Closed medical record review on 02/11/2014 revealed an eleven year old female, Patient #3, admitted on [DATE] for outpatient surgical procedure Right Knee Arthroscopy under general anesthesia. Record review revealed the patient was discharged on [DATE] at 1030.

Interview on 02/11/2014 at 1554 with the OR Nursing Director revealed "I started the case as the circulator. I did the time out and checked the consent then another RN (name of RN) took over as circulator. I have no memory of a conversation prior to the start of the procedure with the patient's parents. A couple of weeks after the patient was discharged I received a transfer telephone call from (name) our Risk Manager who informed me the patient's Mom had called requesting information about her daughter's surgery. I think it was about the length of surgery, but I'm not sure exactly because I can't recall the conversation. I couldn't answer her questions about the surgery so I had Dr. (name of patient's surgeon) (Physician #1) to call her. I don't remember a complaint, she was pleasant not angry...she was unclear about what had happened in the OR during her daughter's surgery and had questions. She had concern about her daughter's oxygenation and why the machine was not working properly. She was concerned about something Dr. (name of surgeon) (Physician #1) had told her about the anesthesia machine not working properly but I can't remember what it was she wanted to know...No grievance was filed because I didn't think she was filing a grievance. Yes, after we've talked about it I guess she was concerned about the quality of patient care with her daughter during the surgery. I don't know if any follow up has been done with the patient's mother. I don't know if Dr. (name of surgeon) (Physician #1) spoke to her after I asked him to. No, I didn't follow up with him ...I don't know if anyone has followed up with the mother regarding her concerns. I think this mother called twice asking questions about what occurred in the OR while her daughter was there but I only spoke with her once ...I don't know if her concerns were satisfactorily addressed." Interview confirmed the facility staff failed to identify a grievance and provide a written letter of resolution to a complainant.

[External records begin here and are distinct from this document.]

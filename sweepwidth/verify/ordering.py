"""Independent checker for cutwidth witnesses.

The code here reads the networkx graph directly and shares nothing with the
solvers or with :class:`~sweepwidth.problems.OrderingProblem`: it recomputes
every counted cut of an ordering edge by edge.
"""

from __future__ import annotations

import math
import numbers
from typing import Any, Callable, Hashable, Sequence

import networkx as nx

from ..errors import InvalidArgumentError, SweepwidthError, WitnessError
from . import register_checker

__all__ = ["ordering_width", "ordering_cuts", "check_cutwidth"]


def _graph(G: Any) -> nx.Graph:
    if hasattr(G, "to_networkx") and not isinstance(G, nx.Graph):
        G = G.to_networkx()
    if not isinstance(G, nx.Graph):
        raise WitnessError(f"expected a networkx graph or a PlaneGraph, got {type(G).__name__}")
    return G


def _weight_of(weight: str | Callable | None) -> Callable[[Any, Any, dict], float]:
    if weight is None:
        return lambda u, v, d: 1.0
    if callable(weight):
        return weight
    return lambda u, v, d: d.get(weight, 1)


def _as_list(x: Any, G: nx.Graph) -> list:
    if x is None:
        return []
    if isinstance(x, (set, frozenset, list)) or (isinstance(x, tuple) and x not in G):
        return list(x)
    return [x]


def ordering_cuts(
    G: Any, order: Sequence[Hashable], weight: str | Callable | None = "weight"
) -> list[float]:
    """Weights of the cuts after each prefix of ``order``.

    Entry ``i`` (``0 <= i <= n``) is the total weight of the edges with one end
    among the first ``i`` vertices of ``order`` and the other end after them.
    Loops never cross a cut; parallel edges of a multigraph each count.

    Parameters
    ----------
    G : networkx.Graph or MultiGraph, or an object with ``to_networkx()``
    order : sequence of nodes
        Every node of ``G`` exactly once.
    weight : str, callable or None
        Edge attribute (missing means 1), a function ``(u, v, data) -> w``, or
        None for unit weights.

    Returns
    -------
    list of float
        ``n + 1`` cut weights.

    Raises
    ------
    WitnessError
        If ``order`` is not a permutation of the nodes, or a weight is not a
        finite non-negative number.

    Notes
    -----
    ``O(n + m)`` time: each edge adds its weight to the gaps between its ends
    with a difference array.

    Examples
    --------
    >>> import networkx as nx
    >>> ordering_cuts(nx.path_graph(3), [0, 2, 1])
    [0.0, 1.0, 2.0, 0.0]
    """
    G = _graph(G)
    order = list(order)
    pos: dict = {}
    for i, v in enumerate(order):
        if v not in G:
            raise WitnessError(f"witness lists {v!r}, which is not a node of the graph")
        if v in pos:
            raise WitnessError(f"witness lists node {v!r} twice (positions {pos[v]} and {i})")
        pos[v] = i
    if len(pos) != G.number_of_nodes():
        missing = [v for v in G if v not in pos][:5]
        raise WitnessError(f"witness misses {G.number_of_nodes() - len(pos)} node(s), e.g. {missing!r}")
    wf = _weight_of(weight)
    n = len(order)
    diff = [0.0] * (n + 2)
    edges = G.edges(keys=True, data=True) if G.is_multigraph() else G.edges(data=True)
    for e in edges:
        u, v, d = e[0], e[1], e[-1]
        w = wf(u, v, d)
        if isinstance(w, bool) or not isinstance(w, numbers.Real) or not math.isfinite(w) or w < 0:
            raise WitnessError(f"edge ({u!r}, {v!r}) has weight {w!r}; expected a finite non-negative number")
        a, b = pos[u], pos[v]
        if a == b:
            continue
        if a > b:
            a, b = b, a
        diff[a + 1] += float(w)
        diff[b + 1] -= float(w)
    cuts = []
    run = 0.0
    for i in range(n + 1):
        run += diff[i]
        cuts.append(run)
    cuts[0] = 0.0
    cuts[n] = 0.0
    return cuts


def ordering_width(
    G: Any,
    order: Sequence[Hashable],
    weight: str | Callable | None = "weight",
    *,
    first: Any = None,
    last: Any = None,
) -> float:
    """Width of an ordering: the heaviest cut between a prefix and the rest.

    With ``first = A`` (``last = B``) only the prefixes containing all of ``A``
    (none of ``B``) count, i.e. the cuts after ``|A|, ..., n - |B|`` vertices;
    the ordering must then start with ``A`` and end with ``B``.

    Parameters
    ----------
    G : networkx.Graph or MultiGraph, or an object with ``to_networkx()``
    order : sequence of nodes
    weight : str, callable or None
        As in :func:`ordering_cuts`.
    first, last : node or collection of nodes, optional
        Pinned start and end sets.

    Returns
    -------
    float

    Raises
    ------
    WitnessError
        If ``order`` is not a permutation of the nodes or breaks a pin.

    Notes
    -----
    ``O(n + m)`` time.

    Examples
    --------
    >>> import networkx as nx
    >>> ordering_width(nx.cycle_graph(5), [0, 1, 2, 3, 4])
    2.0
    >>> ordering_width(nx.star_graph(4), [1, 0, 2, 3, 4], first=1)
    3.0
    >>> ordering_width(nx.star_graph(4), [1, 2, 0, 3, 4], first=1)
    2.0
    """
    G = _graph(G)
    cuts = ordering_cuts(G, order, weight)
    order = list(order)
    A = _as_list(first, G)
    B = _as_list(last, G)
    for v in A + B:
        if v not in G:
            raise WitnessError(f"pinned vertex {v!r} is not a node of the graph")
    if set(A) & set(B):
        raise WitnessError(f"vertices {sorted(map(repr, set(A) & set(B)))} pinned both first and last")
    k, l = len(set(A)), len(set(B))
    if set(order[:k]) != set(A):
        bad = [v for v in A if v not in set(order[:k])]
        raise WitnessError(f"witness does not start with the first-pinned vertices; {bad[:5]!r} come later")
    if l and set(order[len(order) - l :]) != set(B):
        bad = [v for v in B if v not in set(order[len(order) - l :])]
        raise WitnessError(f"witness does not end with the last-pinned vertices; {bad[:5]!r} come earlier")
    n = len(order)
    lo, hi = k, n - l
    if n == 0 or lo > hi:
        return 0.0
    return max(cuts[lo : hi + 1])


@register_checker("cutwidth")
def check_cutwidth(result: Any, G: Any, **options: Any) -> float:
    """Check a cutwidth result against the graph ``G``; return the recomputed width.

    Options ``first``, ``last`` and ``weight`` default to the values recorded
    in ``result.stats['options']`` (the solver stores them there) and else to
    no pins and ``'weight'``.

    Raises
    ------
    WitnessError
        When the witness is missing, not a permutation of the nodes, breaks a
        pin, or its width differs from ``result.upper``.
    """
    recorded = dict((result.stats or {}).get("options", {}) or {})
    first = options.pop("first", recorded.get("first"))
    last = options.pop("last", recorded.get("last"))
    weight = options.pop("weight", recorded.get("weight", "weight"))
    tol = float(options.pop("tol", 1e-9))
    if options:
        raise InvalidArgumentError(f"unknown checker option(s) {sorted(options)}; valid: first, last, weight, tol")
    if weight == "<callable>":
        raise InvalidArgumentError("the result was computed with a weight function; pass it again: result.check(G, weight=fn)")
    if result.witness is None:
        raise WitnessError("result has no witness ordering to check")
    G = _graph(G)
    order = list(result.witness)
    # JSON round trips turn tuple labels into lists
    if order and any(isinstance(v, list) for v in order):
        order = [tuple(v) if isinstance(v, list) else v for v in order]
    if isinstance(first, list) and first and all(isinstance(v, list) for v in first):
        first = [tuple(v) for v in first]
    if isinstance(last, list) and last and all(isinstance(v, list) for v in last):
        last = [tuple(v) for v in last]
    w = ordering_width(G, order, weight, first=first, last=last)
    if result.upper is None or abs(w - float(result.upper)) > tol * max(1.0, abs(w)):
        raise WitnessError(f"witness has width {w:g} but the result claims upper bound {result.upper!r}")
    if result.lower is not None and float(result.lower) > w + tol * max(1.0, abs(w)):
        raise WitnessError(f"lower bound {result.lower!r} exceeds the witness width {w:g}")
    return w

Interview on 02/11/2014 at 1615 with the Risk Manager revealed "If a patient or family member calls to make a complaint or grievance it is filed in the data base. I do not have a complaint or grievance on file for this patient (#3). A grievance is anytime a patient calls or sends a letter or verbal complaint that can't be resolved at the moment while the patient is still here. When this patient's mother called she said her daughter had been a patient at our facility and had surgery. She said something happened during the procedure and she wanted someone to explain to her what happened during the procedure. She said after the procedure (name of surgeon) (Physician #1) came out and told her surgery was going to be delayed because her daughter was having a breathing problem. And they were going to have to do an x-ray and that he would come out with an update. He did come back out and told her the problem wasn't with her daughter...I guess it could have been a quality of care issue since she said there was something wrong her mind something went wrong with her daughter's surgery. I referred her to the OR director because I couldn't answer her questions. I don't know what follow up, if any was done...I did not follow up with the patient's mother to see if her issues or concerns had been resolved. I did not file this as a grievance therefore no resolution letter was mailed." Interview confirmed the facility staff failed to identify and investigate a grievance and provide a written letter of resolution to a complainant.